What is being asked
Return, from the lines below, each one that includes the word "ListManuscriptsQuery".
============
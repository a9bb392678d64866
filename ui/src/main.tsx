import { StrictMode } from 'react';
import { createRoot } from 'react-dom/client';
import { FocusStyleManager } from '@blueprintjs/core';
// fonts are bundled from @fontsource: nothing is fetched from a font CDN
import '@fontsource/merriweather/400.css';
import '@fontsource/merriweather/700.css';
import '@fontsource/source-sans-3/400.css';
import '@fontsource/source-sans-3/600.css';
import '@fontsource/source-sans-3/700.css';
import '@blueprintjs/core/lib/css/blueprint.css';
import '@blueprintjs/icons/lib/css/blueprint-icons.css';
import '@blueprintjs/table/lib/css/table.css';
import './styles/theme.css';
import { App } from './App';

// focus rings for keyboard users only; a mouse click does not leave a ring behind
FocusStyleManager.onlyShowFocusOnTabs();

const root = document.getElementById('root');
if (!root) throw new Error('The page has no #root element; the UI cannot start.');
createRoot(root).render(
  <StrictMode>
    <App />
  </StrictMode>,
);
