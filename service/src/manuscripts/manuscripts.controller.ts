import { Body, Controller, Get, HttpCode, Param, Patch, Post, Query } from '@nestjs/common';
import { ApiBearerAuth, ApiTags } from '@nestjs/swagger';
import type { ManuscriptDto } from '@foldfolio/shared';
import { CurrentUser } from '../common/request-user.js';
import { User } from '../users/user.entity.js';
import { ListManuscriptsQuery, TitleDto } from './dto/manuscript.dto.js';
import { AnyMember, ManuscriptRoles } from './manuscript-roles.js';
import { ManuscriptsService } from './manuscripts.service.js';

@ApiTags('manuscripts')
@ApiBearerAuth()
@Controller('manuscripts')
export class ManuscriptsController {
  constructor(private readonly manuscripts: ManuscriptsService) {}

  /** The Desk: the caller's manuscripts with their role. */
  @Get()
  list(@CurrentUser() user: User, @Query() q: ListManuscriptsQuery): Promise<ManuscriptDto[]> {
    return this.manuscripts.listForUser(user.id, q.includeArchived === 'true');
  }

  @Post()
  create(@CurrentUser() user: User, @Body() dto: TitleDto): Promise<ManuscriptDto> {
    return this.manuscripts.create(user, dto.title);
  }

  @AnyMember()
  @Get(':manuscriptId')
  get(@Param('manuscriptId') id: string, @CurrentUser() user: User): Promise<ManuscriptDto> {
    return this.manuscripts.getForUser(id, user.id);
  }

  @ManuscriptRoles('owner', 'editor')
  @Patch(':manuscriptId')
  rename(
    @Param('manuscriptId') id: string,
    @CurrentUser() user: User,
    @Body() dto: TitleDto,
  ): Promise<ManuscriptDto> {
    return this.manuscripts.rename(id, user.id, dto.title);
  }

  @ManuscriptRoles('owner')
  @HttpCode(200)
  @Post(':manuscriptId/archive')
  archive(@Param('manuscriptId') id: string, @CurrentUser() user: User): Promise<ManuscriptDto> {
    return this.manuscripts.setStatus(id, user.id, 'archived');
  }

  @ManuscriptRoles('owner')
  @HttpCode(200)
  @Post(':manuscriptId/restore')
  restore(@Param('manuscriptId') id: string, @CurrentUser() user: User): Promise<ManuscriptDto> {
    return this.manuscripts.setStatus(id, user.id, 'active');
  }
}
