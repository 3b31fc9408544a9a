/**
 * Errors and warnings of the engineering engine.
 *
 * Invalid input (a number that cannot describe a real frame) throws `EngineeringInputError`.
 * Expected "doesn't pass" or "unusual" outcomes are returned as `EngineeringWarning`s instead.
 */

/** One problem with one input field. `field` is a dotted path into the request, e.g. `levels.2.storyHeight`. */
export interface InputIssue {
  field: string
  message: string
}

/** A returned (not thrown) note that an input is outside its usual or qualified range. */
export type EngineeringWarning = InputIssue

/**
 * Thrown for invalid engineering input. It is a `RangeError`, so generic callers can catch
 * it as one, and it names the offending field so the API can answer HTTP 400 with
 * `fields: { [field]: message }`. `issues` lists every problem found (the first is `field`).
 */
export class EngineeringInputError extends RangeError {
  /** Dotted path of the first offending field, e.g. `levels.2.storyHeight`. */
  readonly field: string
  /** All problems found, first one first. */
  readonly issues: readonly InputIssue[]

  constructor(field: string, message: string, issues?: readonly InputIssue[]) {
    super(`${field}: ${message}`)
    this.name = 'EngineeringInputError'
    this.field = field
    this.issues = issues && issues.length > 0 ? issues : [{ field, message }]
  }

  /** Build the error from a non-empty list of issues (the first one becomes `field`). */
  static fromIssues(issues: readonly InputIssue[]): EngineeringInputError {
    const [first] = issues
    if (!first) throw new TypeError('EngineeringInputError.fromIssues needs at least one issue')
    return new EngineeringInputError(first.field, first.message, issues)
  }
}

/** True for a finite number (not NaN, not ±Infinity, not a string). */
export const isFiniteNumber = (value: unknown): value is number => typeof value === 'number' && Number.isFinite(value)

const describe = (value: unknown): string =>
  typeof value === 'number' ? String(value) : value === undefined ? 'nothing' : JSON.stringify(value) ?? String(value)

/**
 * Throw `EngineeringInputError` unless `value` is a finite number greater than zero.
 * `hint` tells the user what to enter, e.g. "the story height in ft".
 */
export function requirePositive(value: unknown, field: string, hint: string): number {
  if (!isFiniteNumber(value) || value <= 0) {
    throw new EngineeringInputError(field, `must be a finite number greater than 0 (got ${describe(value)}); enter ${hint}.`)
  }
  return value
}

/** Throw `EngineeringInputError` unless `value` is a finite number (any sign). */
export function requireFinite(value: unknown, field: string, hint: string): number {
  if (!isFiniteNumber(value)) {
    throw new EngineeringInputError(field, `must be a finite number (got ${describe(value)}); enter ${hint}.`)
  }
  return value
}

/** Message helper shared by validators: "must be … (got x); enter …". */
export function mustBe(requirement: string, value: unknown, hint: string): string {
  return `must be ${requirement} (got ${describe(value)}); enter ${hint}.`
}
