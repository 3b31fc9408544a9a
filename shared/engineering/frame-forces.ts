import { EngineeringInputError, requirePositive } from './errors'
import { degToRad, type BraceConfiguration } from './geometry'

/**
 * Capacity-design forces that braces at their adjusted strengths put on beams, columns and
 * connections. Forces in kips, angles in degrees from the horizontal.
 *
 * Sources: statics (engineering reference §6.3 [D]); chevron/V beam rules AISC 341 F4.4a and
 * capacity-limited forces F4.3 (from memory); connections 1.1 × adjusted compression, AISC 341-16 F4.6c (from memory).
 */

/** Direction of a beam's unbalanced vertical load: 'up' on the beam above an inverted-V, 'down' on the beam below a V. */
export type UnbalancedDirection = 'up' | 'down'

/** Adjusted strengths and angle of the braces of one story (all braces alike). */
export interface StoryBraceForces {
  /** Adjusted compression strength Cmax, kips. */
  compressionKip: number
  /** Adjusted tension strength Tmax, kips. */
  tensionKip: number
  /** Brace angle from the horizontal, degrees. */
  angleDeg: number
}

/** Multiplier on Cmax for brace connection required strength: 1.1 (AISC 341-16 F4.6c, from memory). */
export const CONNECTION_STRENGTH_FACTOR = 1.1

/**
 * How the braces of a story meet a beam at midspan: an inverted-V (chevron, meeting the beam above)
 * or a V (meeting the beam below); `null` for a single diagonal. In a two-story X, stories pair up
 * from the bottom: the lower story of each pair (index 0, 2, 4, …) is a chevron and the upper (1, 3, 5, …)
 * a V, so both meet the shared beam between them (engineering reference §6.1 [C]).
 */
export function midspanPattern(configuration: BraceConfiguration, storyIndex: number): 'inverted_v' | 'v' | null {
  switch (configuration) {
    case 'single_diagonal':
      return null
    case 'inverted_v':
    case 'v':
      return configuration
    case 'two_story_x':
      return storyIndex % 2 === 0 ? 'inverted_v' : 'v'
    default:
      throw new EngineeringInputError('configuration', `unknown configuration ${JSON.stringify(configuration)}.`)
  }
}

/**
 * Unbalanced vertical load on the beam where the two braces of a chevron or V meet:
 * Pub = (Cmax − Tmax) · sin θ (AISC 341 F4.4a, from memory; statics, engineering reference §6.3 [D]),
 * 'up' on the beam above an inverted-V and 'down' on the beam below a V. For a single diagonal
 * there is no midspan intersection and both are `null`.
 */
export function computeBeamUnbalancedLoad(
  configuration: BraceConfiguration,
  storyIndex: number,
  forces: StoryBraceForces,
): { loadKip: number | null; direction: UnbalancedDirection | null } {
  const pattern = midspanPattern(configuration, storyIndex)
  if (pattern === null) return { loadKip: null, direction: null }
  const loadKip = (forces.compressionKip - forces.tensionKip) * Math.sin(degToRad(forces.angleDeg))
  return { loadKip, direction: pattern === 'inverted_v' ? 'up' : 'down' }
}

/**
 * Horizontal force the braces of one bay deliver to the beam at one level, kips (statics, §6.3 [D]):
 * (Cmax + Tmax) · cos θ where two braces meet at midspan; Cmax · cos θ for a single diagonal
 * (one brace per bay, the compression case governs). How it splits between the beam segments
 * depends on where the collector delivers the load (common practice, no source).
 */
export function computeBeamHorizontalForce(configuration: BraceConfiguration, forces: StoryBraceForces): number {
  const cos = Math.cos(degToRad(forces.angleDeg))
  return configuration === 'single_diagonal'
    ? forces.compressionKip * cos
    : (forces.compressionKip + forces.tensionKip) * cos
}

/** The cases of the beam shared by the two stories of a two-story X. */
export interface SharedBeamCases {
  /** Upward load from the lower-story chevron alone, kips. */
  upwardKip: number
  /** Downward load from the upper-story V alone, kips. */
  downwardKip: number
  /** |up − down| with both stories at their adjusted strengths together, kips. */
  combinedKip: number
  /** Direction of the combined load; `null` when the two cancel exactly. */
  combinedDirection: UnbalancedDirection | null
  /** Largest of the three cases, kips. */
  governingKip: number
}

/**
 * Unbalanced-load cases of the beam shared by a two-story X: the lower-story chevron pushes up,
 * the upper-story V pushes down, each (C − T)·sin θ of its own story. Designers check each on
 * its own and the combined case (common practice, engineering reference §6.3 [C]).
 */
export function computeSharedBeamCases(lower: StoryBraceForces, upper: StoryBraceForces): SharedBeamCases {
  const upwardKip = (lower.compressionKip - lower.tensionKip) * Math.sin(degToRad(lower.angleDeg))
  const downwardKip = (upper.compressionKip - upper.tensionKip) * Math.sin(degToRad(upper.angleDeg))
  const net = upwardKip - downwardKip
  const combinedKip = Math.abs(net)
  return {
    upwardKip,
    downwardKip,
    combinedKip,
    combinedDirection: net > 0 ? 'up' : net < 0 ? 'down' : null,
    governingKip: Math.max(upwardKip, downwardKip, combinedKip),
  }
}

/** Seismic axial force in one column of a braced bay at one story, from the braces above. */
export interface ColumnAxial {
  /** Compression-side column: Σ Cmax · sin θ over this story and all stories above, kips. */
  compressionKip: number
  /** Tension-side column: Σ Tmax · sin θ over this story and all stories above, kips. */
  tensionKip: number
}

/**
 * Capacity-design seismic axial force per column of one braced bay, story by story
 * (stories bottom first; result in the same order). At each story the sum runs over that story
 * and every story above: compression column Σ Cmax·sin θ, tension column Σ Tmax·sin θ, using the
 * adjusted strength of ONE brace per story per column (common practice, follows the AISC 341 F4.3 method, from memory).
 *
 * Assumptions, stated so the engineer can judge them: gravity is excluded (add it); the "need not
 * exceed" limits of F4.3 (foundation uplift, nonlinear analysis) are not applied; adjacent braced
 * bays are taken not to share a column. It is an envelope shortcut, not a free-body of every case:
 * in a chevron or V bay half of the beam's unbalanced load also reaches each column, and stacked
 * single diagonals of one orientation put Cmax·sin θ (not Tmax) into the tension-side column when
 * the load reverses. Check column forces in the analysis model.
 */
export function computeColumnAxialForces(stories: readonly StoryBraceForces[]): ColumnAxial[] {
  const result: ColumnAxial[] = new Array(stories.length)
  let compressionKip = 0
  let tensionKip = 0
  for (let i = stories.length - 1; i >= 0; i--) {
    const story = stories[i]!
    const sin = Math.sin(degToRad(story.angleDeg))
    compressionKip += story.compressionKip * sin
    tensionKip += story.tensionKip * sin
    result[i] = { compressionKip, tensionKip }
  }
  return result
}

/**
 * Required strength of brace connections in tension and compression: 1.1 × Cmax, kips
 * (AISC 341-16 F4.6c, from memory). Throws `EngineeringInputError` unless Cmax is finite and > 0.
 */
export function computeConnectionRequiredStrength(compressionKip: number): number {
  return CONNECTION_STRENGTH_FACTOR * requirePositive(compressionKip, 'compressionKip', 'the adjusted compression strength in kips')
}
============
Exercise result
import { ListManuscriptsQuery, TitleDto } from './dto/manuscript.dto.js';
  list(@CurrentUser() user: User, @Query() q: ListManuscriptsQuery): Promise<ManuscriptDto[]> {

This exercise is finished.